Look through the material below and copy exactly the lines from the line with "carry it, where" to the line with "of(Derived d, Predicate<DerivedMember>", those two lines included.

(DATA EXTRACTS)

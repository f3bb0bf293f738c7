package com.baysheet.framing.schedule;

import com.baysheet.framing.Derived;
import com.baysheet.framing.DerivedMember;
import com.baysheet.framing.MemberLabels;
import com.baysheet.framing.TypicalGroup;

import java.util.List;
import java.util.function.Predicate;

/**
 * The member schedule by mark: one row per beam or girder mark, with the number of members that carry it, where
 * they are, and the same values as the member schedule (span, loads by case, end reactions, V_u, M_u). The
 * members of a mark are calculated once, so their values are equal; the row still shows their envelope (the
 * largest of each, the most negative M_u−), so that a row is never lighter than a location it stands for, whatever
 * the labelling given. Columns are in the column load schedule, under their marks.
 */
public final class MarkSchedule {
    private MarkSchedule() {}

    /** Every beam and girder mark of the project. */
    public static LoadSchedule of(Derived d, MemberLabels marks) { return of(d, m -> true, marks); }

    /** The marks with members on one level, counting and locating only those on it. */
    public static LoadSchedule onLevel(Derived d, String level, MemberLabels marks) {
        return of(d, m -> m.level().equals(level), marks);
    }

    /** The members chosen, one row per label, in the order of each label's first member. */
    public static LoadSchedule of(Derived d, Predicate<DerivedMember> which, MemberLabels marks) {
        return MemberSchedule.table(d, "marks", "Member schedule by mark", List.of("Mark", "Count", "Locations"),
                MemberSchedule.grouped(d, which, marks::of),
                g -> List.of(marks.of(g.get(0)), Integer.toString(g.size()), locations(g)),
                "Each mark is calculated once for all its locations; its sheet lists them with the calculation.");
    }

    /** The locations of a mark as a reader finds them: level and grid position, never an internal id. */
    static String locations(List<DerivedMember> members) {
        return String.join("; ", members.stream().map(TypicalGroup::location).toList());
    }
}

(End DATA EXTRACTS)

- _SOLVED EXERCISE_:
 * The member schedule by mark: one row per beam or girder mark, with the number of members that carry it, where
 * they are, and the same values as the member schedule (span, loads by case, end reactions, V_u, M_u). The
 * members of a mark are calculated once, so their values are equal; the row still shows their envelope (the
 * largest of each, the most negative M_u−), so that a row is never lighter than a location it stands for, whatever
 * the labelling given. Columns are in the column load schedule, under their marks.
 */
public final class MarkSchedule {
    private MarkSchedule() {}

    /** Every beam and girder mark of the project. */
    public static LoadSchedule of(Derived d, MemberLabels marks) { return of(d, m -> true, marks); }

    /** The marks with members on one level, counting and locating only those on it. */
    public static LoadSchedule onLevel(Derived d, String level, MemberLabels marks) {
        return of(d, m -> m.level().equals(level), marks);
    }

    /** The members chosen, one row per label, in the order of each label's first member. */
    public static LoadSchedule of(Derived d, Predicate<DerivedMember> which, MemberLabels marks) {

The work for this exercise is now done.